Overview

The present simulation proves the applicability of the Central Limit Theorem (CLT) to the exponential distribution.

Simulations

This simulation is intended to prove the aplicability of the Central Limit Theorem to an exponential distribution. From wikipedia

In probability theory, the central limit theorem (CLT) states that, given certain conditions, the arithmetic mean of a sufficiently large number of iterates of independent random variables, each with a well-defined expected value and well-defined variance, will be approximately normally distributed, regardless of the underlying distribution

The exponential distribution whose density function is:

\[ f(x;\lambda) = \begin{cases} \lambda e^{-\lambda x} \quad x\ge0,\\ 0 \quad \quad x<0. \end{cases} \]

It is elegible to meet the CLT as its mean and its standard deviation are well-defined, both have the same value: \(1/\lambda\).

The simulation consist in:

lambda=0.2
n=40
set.seed(1234)

ed = NULL # exponential distribution variable
nd = NULL # normal distribution variable

for (i in 1 : 1000) {ed = c(ed, mean(rexp(n, lambda)))
nd= c(nd, mean(rnorm(n,mean=1/lambda,sd=1/lambda)))}

Sample Mean versus Theoretical Mean

library(ggplot2)

dat<-data.frame(distribution=factor(c("Exponential")), iid= c(rexp(n, lambda)))

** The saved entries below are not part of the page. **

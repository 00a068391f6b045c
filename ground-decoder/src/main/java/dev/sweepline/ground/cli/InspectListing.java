package dev.sweepline.ground.cli;

import dev.sweepline.ground.decode.CommandReport;
import dev.sweepline.ground.decode.DecodeListener;
import dev.sweepline.ground.decode.EventReport;
import dev.sweepline.ground.decode.HousekeepingReport;
import dev.sweepline.ground.decode.ModeNames;
import dev.sweepline.ground.frame.FrameReason;
import dev.sweepline.ground.frame.TmFrameHeader;
import dev.sweepline.ground.packet.CucTime;
import dev.sweepline.ground.packet.FrameDrop;
import dev.sweepline.ground.packet.PacketAnomaly;
import dev.sweepline.ground.packet.SpacePacketHeader;
import dev.sweepline.ground.spectrum.DecodedSpectrum;
import dev.sweepline.ground.spectrum.SpectrumError;
import java.io.PrintWriter;

/** Prints one line per frame, reject, packet, record and anomaly, in stream order. */
final class InspectListing implements DecodeListener {
    private final PrintWriter out;

    InspectListing(PrintWriter out) {
        this.out = out;
    }

    @Override
    public void onFrame(byte[] b, int off, int frameOctets, long streamOffset) {
        int fhp = TmFrameHeader.firstHeaderPointer(b, off);
        out.printf("frame  @%-10d vc=%d mc=%3d vcc=%3d fhp=%s%n", streamOffset, TmFrameHeader.vcid(b, off),
                TmFrameHeader.mcCount(b, off), TmFrameHeader.vcCount(b, off),
                fhp == 0x7FE ? "0x7FE (idle)" : fhp == 0x7FF ? "0x7FF (no start)" : Integer.toString(fhp));
    }

    @Override
    public void onBadFrame(FrameReason reason, long streamOffset, int octets) {
        out.printf("BAD    @%-10d %s (%d octets)%n", streamOffset, reason, octets);
    }

    @Override
    public void onPacket(int vcid, byte[] b, int off, int octets) {
        String t = SpacePacketHeader.secondaryHeaderFlag(b, off) && octets >= 12
                ? CucTime.read(b, off + 6).isoTai() + " TAI" : "";
        out.printf("  packet vc=%d apid=0x%03X seq=%5d octets=%d %s%n", vcid, SpacePacketHeader.apid(b, off),
                SpacePacketHeader.sequenceCount(b, off), octets, t);
    }

    @Override
    public void onPacketAnomaly(int vcid, PacketAnomaly anomaly, int octetsDropped) {
        out.printf("  ANOMALY vc=%d %s (%d octets dropped)%n", vcid, anomaly, octetsDropped);
    }

    @Override
    public void onFrameGap(int vcid, int expected, int actual, int missing) {
        out.printf("  GAP vc=%d vcc expected %d got %d: %d frames missing%n", vcid, expected, actual, missing);
    }

    @Override
    public void onMasterChannelGap(int expected, int actual, int missing) {
        out.printf("  GAP mc expected %d got %d: %d frames missing%n", expected, actual, missing);
    }

    @Override
    public void onFrameDropped(int vcid, int vcCount, FrameDrop why) {
        out.printf("  DROPPED vc=%d vcc=%d %s frame (fed nothing)%n", vcid, vcCount, why);
    }

    @Override
    public void onVcRestart(int vcid, int lastVcCount, int newVcCount) {
        out.printf("  RESTART vc=%d vcc %d -> %d: the count sequence started again%n", vcid, lastVcCount, newVcCount);
    }

    @Override
    public void onSequenceGap(int apid, int expected, int actual, int missing) {
        out.printf("  GAP apid=0x%03X seq expected %d got %d: %d packets missing%n", apid, expected, actual, missing);
    }

    @Override
    public void onSpectrum(DecodedSpectrum s) {
        out.printf("    spectrum %s sweep=%d windows %d..%d peak=%s compression=%d instrument=%d (%s) w=%d layout=%d "
                        + "table=0x%04X%s%n", s.modeName(), s.sweep(), s.firstWindow(),
                s.firstWindow() + s.windowCount() - 1, s.hasPeak() ? String.format("%.3f", s.peakWindow()) : "none",
                s.compression(), s.instrumentId(), s.instrument().name(), s.sampleBits(), s.layoutVersion(),
                s.tableId(), s.tableChanged() ? " changed" : "");
    }

    @Override
    public void onSpectrumError(int apid, int seq, SpectrumError error, String detail) {
        out.printf("    SPECTRUM ERROR apid=0x%03X seq=%d %s %s%n", apid, seq, error, detail);
    }

    @Override
    public void onHousekeeping(HousekeepingReport h) {
        out.printf("    housekeeping mode=%s hv=%s interlock=%s table=0x%04X steps=%d replies=%d seqErr=%d timeouts=%d "
                + "retries=%d commands accepted=%d rejected=%d failed=%d lastRejection=%s faultTrips=%d%n",
                ModeNames.of(h.mode()), h.hvEnabled() ? "on" : "off", ModeNames.interlock(h.hvState()), h.tableId(),
                h.stepsSent(), h.repliesAccepted(), h.sequenceErrors(), h.replyTimeouts(), h.retries(),
                h.commandsAccepted(), h.commandsRejected(), h.commandFailures(),
                h.lastRejection() == 0 ? "none" : CommandReport.reasonName(h.lastRejection()), h.faultTrips());
    }

    @Override
    public void onEvent(EventReport e) {
        out.printf("    event %s%n", e.describe());
    }

    @Override
    public void onRecordError(int apid, int seq, int octets) {
        out.printf("    RECORD ERROR apid=0x%03X seq=%d octets=%d%n", apid, seq, octets);
    }
}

means=data.frame(Means=factor(c("Sample","Theoretical")),values=c(mean(dat$iid),1/lambda))

ggplot(dat, aes(x=iid)) + 
    geom_histogram(aes(y=..density..),      # Histogram with density instead of count on y-axis
                   binwidth=.2,
                   colour="black", fill="white") +
    geom_density(alpha=.2, fill="#FF6666") +  # Overlay with transparent density plot
  geom_vline(data=means, aes(xintercept=values, color=Means), size=1, show.legend =TRUE)

Theoretically, the mean should be \(1/\lambda=5\), however a sample mean is: 4.5592522 as shown in the picture

Sample Variance versus Theoretical Variance

ggplot(dat, aes(x=distribution))+geom_point(aes(y=sd(iid)))+geom_point(aes(x="Normal",y=5))+ ylim(0,6)+ labs(x="Distribution Type",y="Standard Deviation")

Theoretically, the standard deviation should be \(1/\lambda=5\), however the sample standard deviation is: 4.1378964

Distribution

In order to compare the distribrution of means of exponential distribution random variables with the normal distribution, it is the next box plot which is a convenient way of graphically depicting groups of numerical data through their quartiles.

dat<-data.frame(distribution=factor(rep(c("Exponential", "Normal"), each=1000)), iid= c(ed,nd))

 ggplot(dat, aes(x=distribution, y=iid, fill=distribution)) + geom_boxplot() + guides(fill=FALSE) + coord_flip()

As it is shown in the picture, the 1000 means of sets of 40 exponential distribution random variables match fairly good that of 1000 means of sets of 40 normal distribution random variables. Hence might be concluded that the exponential distribution is compliant with the CLT.